# A very unhappy camper



## M1M (Mar 20, 2008)

My nephew :mrgreen:


----------



## Big Mike (Mar 20, 2008)

Jeez...give him his cookie back.


----------



## Hobbes (Mar 20, 2008)

It looks more like he is in an urgent need of a diaper change ^^
crying is the only thing I hate about kids


----------



## M1M (Mar 20, 2008)

Hobbes said:


> It looks more like he is in an urgent need of a diaper change ^^
> crying is the only thing I hate about kids



I like the other guys idea better than yours


----------



## Emerana (Mar 20, 2008)

awwwwwwwwwwwwww


----------



## Hobbes (Mar 20, 2008)

why? are you sick of all the poopy diapies? ^^


----------



## M1M (Mar 20, 2008)

Hobbes said:


> why? are you sick of all the poopy diapies? ^^



Well I am blessed with being an uncle. My kids are out of diapers, so actually yes I am sick of poopy diapers. When he has one I start looking for my Sister


----------



## M1M (Mar 20, 2008)

When he grows up he is gonna hate me lmao

HA HA


----------



## Phranquey (Mar 20, 2008)

> When he grows up he is gonna hate me lmao


 
Talk about an understatement....


Cute pics, though.


----------



## LaFoto (Mar 21, 2008)

Poor thing. He's distressed, and instead of consoling him, his uncle puts that black box with round window in front of his face ... *wail more*.

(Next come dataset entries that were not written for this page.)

"""Signing: who may, in which order, what it writes, and that nothing of the author's is touched."""

from __future__ import annotations

import datetime as dt
import tomllib
from pathlib import Path

import pytest
from hypothesis import given, settings
from hypothesis import strategies as st

from briefkit.brief.check import Level, findings
from briefkit.brief.identity import ROLES, Signature, load_brief, load_identity
from briefkit.brief.seal import seal_of
from briefkit.brief.sign import problems, sign, valid, with_signature
from briefkit.errors import BriefkitError, FaultyFile

DAY = dt.date(2030, 3, 5)
TODAY = dt.date(2030, 6, 1)


def said(folder: Path) -> list[str]:
    brief = load_brief(folder)
    return [text for text, _ in problems(brief, seal_of(brief.identity))]


@pytest.mark.slow
def test_a_brief_signed_by_three_has_nothing_against_release(signed: Path) -> None:
    """G35, the good case: computed page and all."""
    assert said(signed) == []
    assert [one for one in findings(signed, TODAY) if one.level is not Level.NOTE] == []


def test_each_role_is_open_until_it_is_signed(complete: Path) -> None:
    """G35: a draft until three roles are filled; a code typed under [people] is no signature."""
    folder = complete / "vellmark-2t"
    assert said(folder) == ["nobody yet for prepared, checked, approved: a draft, not for crews"]
    sign(folder, "prepared", "NRC-17", DAY)
    assert said(folder) == ["nobody yet for checked, approved: a draft, not for crews"]
    text = (folder / "brief.toml").read_text(encoding="utf-8")
    (folder / "brief.toml").write_text(text.replace('approved = ""', 'approved = "NRC-02"'), encoding="utf-8")
    assert any("nobody yet for checked, approved" in one for one in said(folder))


@pytest.mark.parametrize(
    ("file", "old", "new"),
    [
        ("operation.toml", '"1,800 lb"', '"1,810 lb"'),
        ("aircraft/pelquill-2t.toml", "8,000         95    87", "8,000         95    86"),
        ("vellmark-2t/brief.toml", "2032-02-29", "2032-02-28"),
        ("vellmark-2t/brief.ipynb", "Heavy, high, hot.", "Light, low, cold."),
    ],
)
def test_an_edit_revokes_and_says_what_changed_and_whose_signature_it_was(
    signed: Path, signing, file: str, old: str, new: str
) -> None:
    """G36: any input edit after approval revokes approval."""
    signing.edit(signed.parent / file, (old, new))
    name = file.removeprefix("vellmark-2t/")
    assert said(signed) == [
        f"{name} changed after {code} {role} it on 2030-03-05" for role, code in signing.staff.items()
    ]
    signing(signed)
    assert said(signed) == []


def test_signing_revokes_nothing_and_touches_nothing_else(complete: Path, signing) -> None:
    folder = complete / "vellmark-2t"
    before = (folder / "brief.toml").read_text(encoding="utf-8")
    signing(folder)
    after = (folder / "brief.toml").read_text(encoding="utf-8")
    assert after.startswith(before)
    assert {one.role: one.code for one in load_identity(folder).signatures} == signing.staff
    sign(folder, "approved", "NRC-03", DAY)
    again = (folder / "brief.toml").read_text(encoding="utf-8")
    assert again.startswith(before)
    assert again.count("[[signatures]]") == 3
    assert said(folder) == []


def test_windows_line_ends_and_the_byte_order_mark_stay(complete: Path, signing) -> None:
    path = complete / "vellmark-2t" / "brief.toml"
    before = b"\xef\xbb\xbf" + path.read_bytes().replace(b"\n", b"\r\n")
    path.write_bytes(before)
    signing(path.parent)
    after = path.read_bytes()
    assert after.startswith(before)
    assert after.count(b"\n") == after.count(b"\r\n")
    assert said(path.parent) == []


@pytest.mark.parametrize(
    ("steps", "words"),
    [
        ([("checked", "NRC-21")], "not prepared yet"),
        ([("prepared", "NRC-17"), ("approved", "NRC-02")], "not checked yet"),
        ([("prepared", "NRC-17"), ("checked", "NRC-17")], "2 distinct people, the policy asks for 3"),
        ([("prepared", "NRC-17"), ("checked", "NRC-21"), ("approved", "NRC-17")], "approver is never the preparer"),
        (
            [("prepared", "NRC-17"), ("checked", "NRC-21"), ("approved", "NRC-21")],
            "2 distinct people, the policy asks for 3",
        ),
        ([("prepared", "Person")], "people are not named"),
        ([("reviewed", "NRC-17")], "permitted: prepared, checked, approved"),
    ],
)
def test_who_may_not_sign(complete: Path, steps: list[tuple[str, str]], words: str) -> None:
    """G35: distinct people, and no self-approval."""
    folder = complete / "vellmark-2t"
    *good, last = steps
    for role, code in good:
        sign(folder, role, code, DAY)
    before = (folder / "brief.toml").read_bytes()
    with pytest.raises(BriefkitError, match=words):
        sign(folder, *last, DAY)
    assert (folder / "brief.toml").read_bytes() == before


def test_two_people_are_enough_where_the_policy_says_two_but_never_one(complete: Path, signing) -> None:
    folder = complete / "vellmark-2t"
    signing.edit(complete / "operation.toml", ("people = 3", "people = 2"))
    sign(folder, "prepared", "NRC-17", DAY)
    sign(folder, "checked", "NRC-21", DAY)
    with pytest.raises(BriefkitError, match="approver is never the preparer"):
        sign(folder, "approved", "NRC-17", DAY)
    sign(folder, "approved", "NRC-21", DAY)
    assert said(folder) == []


def test_the_staff_named_under_people_are_the_ones_who_sign(complete: Path, signing) -> None:
    folder = complete / "vellmark-2t"
    signing.edit(folder / "brief.toml", ('prepared = ""', 'prepared = "NRC-40"'))
    with pytest.raises(BriefkitError, match="expected from NRC-40"):
        sign(folder, "prepared", "NRC-17", DAY)
    sign(folder, "prepared", "NRC-40", DAY)


def test_a_company_limit_may_need_another_approver(complete: Path, signing) -> None:
    folder = complete / "vellmark-2t"
    policy = 'people = 3\napprovers = ["NRC-02", "NRC-03"]\nlimit_approvers = ["NRC-01"]'
    signing.edit(complete / "operation.toml", ("people = 3", policy))
    sign(folder, "prepared", "NRC-17", DAY)
    sign(folder, "checked", "NRC-21", DAY)
    with pytest.raises(BriefkitError, match="NRC-09 may not approve a brief"):
        sign(folder, "approved", "NRC-09", DAY)
    sign(folder, "approved", "NRC-02", DAY)
    assert said(folder) == []
    status = 'brief_bank = "30 deg"          # the one bank turns are briefed to\nstatus = "for information" '
    signing.edit(complete / "operation.toml", (status, status.replace("for information", "company limit, OM-B 2.3")))
    assert any("NRC-02 may not approve a company limit" in one for one in said(folder))


def test_dates_run_in_order_and_nothing_is_in_force_before_it_is_approved(complete: Path) -> None:
    folder = complete / "vellmark-2t"
    sign(folder, "prepared", "NRC-17", DAY)
    with pytest.raises(BriefkitError, match="sign in turn"):
        sign(folder, "checked", "NRC-21", DAY - dt.timedelta(days=1))
    sign(folder, "checked", "NRC-21", DAY)
    with pytest.raises(BriefkitError, match=r"move document\.effective"):
        sign(folder, "approved", "NRC-02", dt.date(2030, 4, 2))
    sign(folder, "approved", "NRC-02", dt.date(2030, 4, 1))
    assert said(folder) == []


def test_a_brief_with_faults_cannot_be_signed(complete: Path, signing) -> None:
    signing.edit(complete / "operation.toml", ('"8,000 ft"', '"8,000"'))
    with pytest.raises(FaultyFile, match="work_areas"):
        sign(complete / "vellmark-2t", "prepared", "NRC-17", DAY)


@pytest.mark.parametrize(
    ("old", "new", "words"),
    [
        ('role = "checked"', 'role = "prepared"', "each role once"),
        ('role = "checked"', 'role = "reviewed"', "signatures"),
        ('content = "', 'content = "x', "64 hexadecimal digits"),
        ('code = "NRC-21"', 'code = "A. Person"', "a code, not a name"),
        ("signed = [", "signd = [", "did you mean signed"),
    ],
)
def test_a_signature_edited_by_hand_is_a_fault(signed: Path, signing, old: str, new: str, words: str) -> None:
    signing.edit(signed / "brief.toml", (old, new))
    with pytest.raises(FaultyFile, match=words):
        load_identity(signed)


def test_an_edited_hash_does_not_hold(signed: Path) -> None:
    path = signed / "brief.toml"
    lines = path.read_text(encoding="utf-8").split("\n")
    lines = [f'content = "{"0" * 64}"' if line.startswith("content = ") else line for line in lines]
    path.write_text("\n".join(lines), encoding="utf-8")
    brief = load_brief(signed)
    assert valid(brief.identity, seal_of(brief.identity)) == {}
    assert all("the signature itself changed" in text for text in said(signed))


def test_a_block_laid_out_by_hand_is_refused_rather_than_torn() -> None:
    text = '[document]\ntitle = "x"\n\n[[signatures]]\ncode = "NRC-1"\nrole = "checked"\n'
    with pytest.raises(BriefkitError, match=r"take the .* entries out by hand"):
        with_signature(text, Signature("checked", "NRC-2", DAY, "0" * 64, ("brief.toml 1",)))


LINE = st.sampled_from(
    [
        "# a comment",
        "",
        "[[signatures]]",
        'role = "checked"',
        'title = "x"',
        "]",
        'text = """',
        '"""',
        "signed = [",
        "[people]",
        'prepared = "NRC-1"  # who',
        "[[changes]]",
        "revision = 0",
    ]
)


@pytest.mark.slow
@given(
    lines=st.lists(LINE, max_size=12),
    role=st.sampled_from(ROLES),
    parts=st.lists(st.text(min_size=1, max_size=8), max_size=3),
)
@settings(max_examples=300, deadline=None)
def test_whatever_the_text_only_the_signature_changes_or_it_is_refused(
    lines: list[str], role: str, parts: list[str]
) -> None:
    text = "\n".join(lines)
    signature = Signature(role, "NRC-2", DAY, "0" * 64, tuple(parts))
    try:
        before = tomllib.loads(text)
    except ValueError:
        return
    if not all(isinstance(one, dict) for one in before.get("signatures", [])):
        return
    try:
        after = tomllib.loads(with_signature(text, signature))
    except BriefkitError:
        return
    kept = [one for one in before.pop("signatures", []) if one.get("role") != role]
    *others, last = after.pop("signatures")
    assert (after, others) == (before, kept)
    assert (last["role"], last["signed"]) == (role, parts)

And later uncle will have blackmail material to show to the girl-friend...!


----------



## petey (Mar 21, 2008)

LOL


----------



## DragonHeart (Mar 21, 2008)

being a dad of three wonderful boys, I have seen My share of these type pics...


----------



## M1M (Mar 21, 2008)

Ok Last one, I swear :lmao:


----------



## danir (Mar 21, 2008)

Fantastic shots.


----------



## haduyenhoa (Mar 21, 2008)

nice boy


----------



## quickshot (Mar 21, 2008)

I love how we're all laughing at his upset little face. Good times, good times.


----------



## THORHAMMER (Mar 22, 2008)

aaawwww.... i can almost hear him.. 

You really should give back the cookies. 

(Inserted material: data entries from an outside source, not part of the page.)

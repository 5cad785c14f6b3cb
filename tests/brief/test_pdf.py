"""The page as PDF: a clear word where no Chromium is, and nothing of the machine in the file where one is."""

from __future__ import annotations

import datetime as dt
import os
from pathlib import Path

import pytest

from briefkit.brief import pdf
from briefkit.brief.crew_page import crew_page
from briefkit.brief.harden import harden
from briefkit.brief.identity import load_brief
from briefkit.brief.pages import render
from briefkit.errors import BuildError

DAY = dt.date(2030, 3, 1)


@pytest.fixture
def page(examples, tmp_path) -> Path:
    file = tmp_path / "NB-4H-001.html"
    file.write_text(harden(render(crew_page(load_brief(examples / "ysbrane-4h"), "0"), ())), encoding="utf-8")
    return file


def test_without_a_chromium_a_clear_word(page, monkeypatch):
    monkeypatch.setattr(pdf.shutil, "which", lambda _: None)
    with pytest.raises(BuildError, match=r"no Chromium is installed .* the pages themselves are complete and print"):
        pdf.print_pdf(page, "A5", DAY)
    assert [file.name for file in page.parent.iterdir()] == [page.name]


def test_a_paper_nobody_has(page):
    with pytest.raises(BuildError, match="paper 'B5': A4, A5, Letter"):
        pdf.print_pdf(page, "B5", DAY)


@pytest.mark.skipif(os.name == "nt", reason="a script as a browser")
@pytest.mark.parametrize("script", ["exit 3", "exit 0"], ids=["fails", "writes nothing"])
def test_a_chromium_that_does_not_print(page, tmp_path, monkeypatch, script):
    browser = tmp_path / "browser"
    browser.write_text(f"#!/bin/sh\n{script}\n")
    browser.chmod(0o755)
    monkeypatch.setattr(pdf.shutil, "which", lambda _: str(browser))
    with pytest.raises(BuildError, match=r"NB-4H-001\.html: Chromium could not print it; no PDF"):
        pdf.print_pdf(page, "A5", DAY)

somebody call the waambulance.


----------



## Lacey Anne (Mar 22, 2008)

Oh, he's breaking my heart! How preciously sad!


----------



## M1M (Mar 24, 2008)

danir said:


> Fantastic shots.



Thanks! :mrgreen:


----------



## M1M (Mar 24, 2008)

THORHAMMER said:


> aaawwww.... i can almost hear him..
> 
> You really should give back the cookies.
> 
> ...



No, its one of those screams where no noise comes out :lmao:


----------



## heinzsoup (Mar 24, 2008)

These are amazing!!!!  I love them!!!

Sue


----------



## lockwood81 (Mar 24, 2008)

THORHAMMER said:


> somebody call the waambulance.


 

:lmao:


----------



## M1M (Mar 25, 2008)

heinzsoup said:


> These are amazing!!!!  I love them!!!
> 
> Sue



Thanks Sue! 


-Nate


----------



## jopu (Mar 25, 2008)

Nice pics! But is he crying because daddy is just snapping pics... :mrgreen:


----------



## M1M (Mar 25, 2008)

jopu said:


> Nice pics! But is he crying because *uncle* is just snapping pics... :mrgreen:




^ Fixed


----------



## surfndcoolwater (May 17, 2008)

how adorable!!!!!


----------



## roentarre (May 17, 2008)

Wow,so cute and adorable


----------



## craig (May 17, 2008)

Nice. I love unsympathetic shots of children.

Love & Bass


----------



## M1M (May 19, 2008)




----------



## Lyncca (May 19, 2008)

Those are awesome, but you really are a bully for taking his pictures when he is crying his eyes out!


----------



## M1M (May 20, 2008)

I guess this was over the line also 









Lyncca said:


> Those are awesome, but you really are a bully for taking his pictures when he is crying his eyes out!


----------



## Lyncca (May 20, 2008)

Shame on you!


----------



## M1M (May 20, 2008)

Lyncca said:


> Shame on you!


----------



## createnetwork (May 21, 2008)

Haha, I love these shots, they crack me up.


----------



## 3of11 (May 21, 2008)

The first shot is my favorite.  It really is great.  As I went further to more sad faces it made me a little sad too.  However, love the first one.


----------



## lilysmom (May 21, 2008)

:lmao:


----------



## M1M (May 22, 2008)

Thanks!



3of11 said:


> The first shot is my favorite.  It really is great.  As I went further to more sad faces it made me a little sad too.  However, love the first one.


----------



## Reanimator (Apr 19, 2009)

Excellent shot!



toronto wedding photographers


----------



## linpelk (Apr 19, 2009)

Have his parents seen these yet?  You may be out of a babysitting job (was that your intention??)


----------